Some messy code shows this very well:
KL divergence and vMF sampling
Since everything is probabilistic, to decode an input with the decoder we need to be able to sample from the latent space. Also, to backprogate the loss and update the distribution parameters (all the guides I was mentioning should have explained to you how the reparametrization trick helps with this) we need the reparametrization trick to make sure we can actually differentiate with respect to the distribution parameters. The paper deals with both of these issues nicely. The main component of the vMF sampling corresponds to acceptance rejection sampling with a clever reparametrization trick you can see highlighted below:
Although the specifics are somewhat painful, we sought to see if we could play around with the sampling implemented in the paper. Was there perhaps a better sampling method? Would it impact performance?
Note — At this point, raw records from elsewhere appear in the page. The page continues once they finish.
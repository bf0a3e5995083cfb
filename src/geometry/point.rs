//! Points and boxes.

use std::ops::{Add, Mul, Neg, Sub};

/// A point, or a vector, of the plane.
#[derive(Clone, Copy, Debug, Default, PartialEq)]
pub struct Point {
    /// Abscissa.
    pub x: f64,
    /// Ordinate.
    pub y: f64,
}

/// Shorthand for [`Point`].
pub const fn pt(x: f64, y: f64) -> Point {
    Point { x, y }
}

impl Point {
    /// Scalar product.
    pub fn dot(self, o: Self) -> f64 {
        self.x * o.x + self.y * o.y
    }
    /// z component of the vector product.
    pub fn cross(self, o: Self) -> f64 {
        self.x * o.y - self.y * o.x
    }
    /// Euclidean length.
    pub fn norm(self) -> f64 {
        self.x.hypot(self.y)
    }
    /// The vector turned by +90°.
    pub fn left(self) -> Self {
        pt(-self.y, self.x)
    }
    /// Coordinate 0 (x) or 1 (y).
    pub fn axis(self, axis: usize) -> f64 {
        if axis == 0 { self.x } else { self.y }
    }
    /// Unit vector of an angle in radians.
    pub fn polar(angle: f64) -> Self {
        pt(angle.cos(), angle.sin())
    }
}

impl Add for Point {
    type Output = Self;
    fn add(self, o: Self) -> Self {
        pt(self.x + o.x, self.y + o.y)
    }
}
impl Sub for Point {
    type Output = Self;
    fn sub(self, o: Self) -> Self {
        pt(self.x - o.x, self.y - o.y)
    }
}
impl Mul<f64> for Point {
    type Output = Self;
    fn mul(self, s: f64) -> Self {
        pt(self.x * s, self.y * s)
    }
}
impl Neg for Point {
    type Output = Self;
    fn neg(self) -> Self {
        pt(-self.x, -self.y)
    }
}

/// An axis-parallel box.
#[derive(Clone, Copy, Debug, PartialEq)]
pub struct Box2 {
    /// Lower left.
    pub lo: Point,
    /// Upper right.
    pub hi: Point,
}

impl Box2 {
    /// The box that holds nothing.
    pub const EMPTY: Self = Self {
        lo: pt(f64::INFINITY, f64::INFINITY),
        hi: pt(f64::NEG_INFINITY, f64::NEG_INFINITY),
    };
    /// Grows the box to hold `p`.
    pub fn include(&mut self, p: Point) {
        self.lo = pt(self.lo.x.min(p.x), self.lo.y.min(p.y));
        self.hi = pt(self.hi.x.max(p.x), self.hi.y.max(p.y));
    }
    /// Width and height.
    pub fn size(&self) -> Point {
        self.hi - self.lo
    }
    /// Length of the diagonal.
    pub fn diagonal(&self) -> f64 {
        self.size().norm()
    }
    /// Centre.
    pub fn centre(&self) -> Point {
        (self.lo + self.hi) * 0.5
    }
}
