//! Cleaning a closed run of pieces: artefacts out, what belongs together joined.

use super::outline::Loop;
use super::piece::Piece;
use super::point::Point;
use std::f64::consts::TAU;

/// Shorter pieces than this share of the size are artefacts of the arithmetic.
const ARTEFACT: f64 = 1e-8;
/// Loops thinner than this share of the size are artefacts as well.
const THIN: f64 = 1e-9;
/// What counts as the same place or radius.
const SAME: f64 = 2e-12;

/// A clean loop from pieces that follow each other; `None` if nothing worth keeping is enclosed.
pub(super) fn tidy(pieces: Vec<Piece>, size: f64) -> Option<Loop> {
    let mut pieces = pieces;
    drop_artefacts(&mut pieces, ARTEFACT * size);
    join_alike(&mut pieces, SAME * size);
    meet_exactly(&mut pieces);
    let centre = pieces.first()?.start();
    let area: f64 = pieces.iter().map(|p| p.area_about(centre)).sum();
    let length: f64 = pieces.iter().map(Piece::length).sum();
    (2.0 * area.abs() > THIN * size * length).then_some(Loop { pieces })
}

fn drop_artefacts(pieces: &mut Vec<Piece>, short: f64) {
    let mut k = 0;
    while k < pieces.len() {
        let p = &pieces[k];
        let extent = (p.at(0.5) - p.start()).norm() + (p.end() - p.start()).norm();
        if extent >= 2.0 * short || p.length() >= short {
            k += 1;
            continue;
        }
        let (from, to) = (p.start(), p.end());
        pieces.remove(k);
        let n = pieces.len();
        if n == 0 {
            return;
        }
        if n == 1 {
            continue;
        }
        let (before, after) = ((k + n - 1) % n, k % n);
        if !bridge(pieces, before, after, short) {
            pieces.insert(k, Piece::line(from, to));
            k += 1;
        }
    }
}

/// Lets `pieces[i]` end where `pieces[j]` starts, across a gap of about `short`.
fn bridge(pieces: &mut [Piece], i: usize, j: usize, short: f64) -> bool {
    if let Some((t, s)) = crossing_near(&pieces[i], &pieces[j], 10.0 * short) {
        pieces[i] = pieces[i].part(0.0, t);
        pieces[j] = pieces[j].part(s, 1.0);
        return true;
    }
    let (end, start) = (pieces[i].end(), pieces[j].start());
    if move_end(&mut pieces[i], start) || move_start(&mut pieces[j], end) {
        return true;
    }
    (end - start).norm() <= 1e-5 * short
}

/// The crossing of `a`, continued beyond its end, with `b`, continued before its start.
fn crossing_near(a: &Piece, b: &Piece, reach: f64) -> Option<(f64, f64)> {
    let (mut t, mut s) = (1.0, 0.0);
    for _ in 0..8 {
        let (u, v, gap) = (a.velocity(t), b.velocity(s), b.at(s) - a.at(t));
        let det = u.cross(v);
        if det.abs() < 1e-3 * u.norm() * v.norm() {
            return None;
        }
        t += gap.cross(v) / det;
        s += gap.cross(u) / det;
    }
    let near = (a.at(t) - a.end()).norm() <= reach && (b.at(s) - b.start()).norm() <= reach;
    (near && t > 0.5 && t < 1.5 && s < 0.5 && s > -0.5).then_some((t, s))
}

fn move_end(p: &mut Piece, to: Point) -> bool {
    match p {
        Piece::Line { to: end, .. } => *end = to,
        Piece::Bezier { points } => points[3] = to,
        _ => return false,
    }
    true
}

fn move_start(p: &mut Piece, to: Point) -> bool {
    match p {
        Piece::Line { from, .. } => *from = to,
        Piece::Bezier { points } => points[0] = to,
        _ => return false,
    }
    true
}

/// Joins neighbours that lie on the same line, circle or ellipse.
fn join_alike(pieces: &mut Vec<Piece>, same: f64) {
    let mut out: Vec<Piece> = Vec::with_capacity(pieces.len());
    for p in pieces.drain(..) {
        match out.last().and_then(|before| joined(before, &p, same)) {
            Some(both) => {
                if let Some(last) = out.last_mut() {
                    *last = both;
                }
            }
            None => out.push(p),
        }
    }
    // Across the seam, where the list starts.
    while out.len() > 1 {
        let Some(both) = joined(&out[out.len() - 1], &out[0], same) else {
            break;
        };
        out[0] = both;
        out.pop();
    }
    *pieces = out;
}

/// One piece for two that follow each other on the same curve.
fn joined(a: &Piece, b: &Piece, same: f64) -> Option<Piece> {
    match (a, b) {
        (Piece::Line { from, to }, Piece::Line { from: _, to: end }) => {
            let d = *end - *from;
            let off = (*to - *from).cross(d.unit()).abs();
            let along = (*to - *from).dot(*end - *to) > 0.0;
            (along && off <= same).then(|| Piece::line(*from, *end))
        }
        (
            Piece::Arc {
                centre,
                radius,
                start,
                sweep,
            },
            Piece::Arc {
                centre: c,
                radius: r,
                sweep: more,
                ..
            },
        ) => {
            let alike = (*centre - *c).norm() <= same && (radius - r).abs() <= same;
            let sum = whole_turn(sweep + more);
            (alike && sweep * more > 0.0 && sum.abs() <= TAU)
                .then(|| Piece::arc(*centre, *radius, *start, sum))
        }
        (
            Piece::Ellipse {
                centre,
                half_axes,
                turn,
                start,
                sweep,
            },
            Piece::Ellipse {
                centre: c,
                half_axes: h,
                turn: t,
                start: s,
                sweep: more,
            },
        ) => {
            let angle = (s - start - sweep + WHOLE_TURNS) % TAU;
            let follows = angle.min(TAU - angle) < 1e-9;
            let alike = (*centre - *c).norm() <= same
                && (*half_axes - *h).norm() <= same
                && (t - turn).abs() * half_axes.norm() <= same;
            let sum = whole_turn(sweep + more);
            if !alike || !follows || sweep * more <= 0.0 || sum.abs() > TAU {
                return None;
            }
            Some(Piece::Ellipse {
                centre: *centre,
                half_axes: *half_axes,
                turn: *turn,
                start: *start,
                sweep: sum,
            })
        }
        _ => None,
    }
}

/// Enough whole turns to make any angle that occurs positive.
const WHOLE_TURNS: f64 = 64.0 * TAU;

/// A sweep that misses a whole turn by roundoff is a whole turn.
fn whole_turn(sweep: f64) -> f64 {
    if (sweep.abs() - TAU).abs() < 1e-11 {
        TAU.copysign(sweep)
    } else {
        sweep
    }
}

/// Puts the ends of lines and Bézier curves bitwise on the ends of their neighbours.
fn meet_exactly(pieces: &mut [Piece]) {
    let n = pieces.len();
    if n < 2 {
        return;
    }
    for i in 0..n {
        let j = (i + 1) % n;
        let (end, start) = (pieces[i].end(), pieces[j].start());
        if end != start && !move_end(&mut pieces[i], start) {
            move_start(&mut pieces[j], end);
        }
    }
}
Modifying the sampling mechanism from the original paper
So, we looked into how we could modify the acceptance rejection sampling to something else. This was really more to get a sense of the code and to implement a sampler rather than because some theoretical insights might have suggested a better sampler could improve the H-VAEs performance. You can see below the exact sampling algorithm we decided to implement (the Metropolis-Hastings algorithm) which basically amounts to just changing the ratio used to reject samples.
It was fun to be able to code this and to see if there was any real impact on performance/how the samplers differed. We can actually compare the new sampling without all the VAE around it. Let’s take the sampling of the vMF we saw previously and compare it to the HM sampler. We can see that the HM is slightly more exploratory with a distribution that seems to be more spread out for a same value of \(\kappa\).
MNIST reconstruction
(Yes, we’re still using MNIST for experiments, even in 2023…). The final thing we wanted to test was to see if this modified sampling actually had any impact on this H-VAEs performance. To test this, we take the one and only OG MNIST dataset. The experiment solely consists in running the training of the H-VAE on MNIST and then looking at the training and testing performance when we use either sampler. Long story short, there’s no real training or testing loss performance. This was kind of to be expected since we did not change the sampler substantially but, intuitively, if you’re able to sample better from the posterior distribution your performance shoult get better.
Visualizing the latent space
Finally, for some cool visuals, it’s always nice to look at the latent space. In this case, we can look at how the various MNIST digits are distributed across the hypersphere and how digits that resemble each other lie closer in the latent space.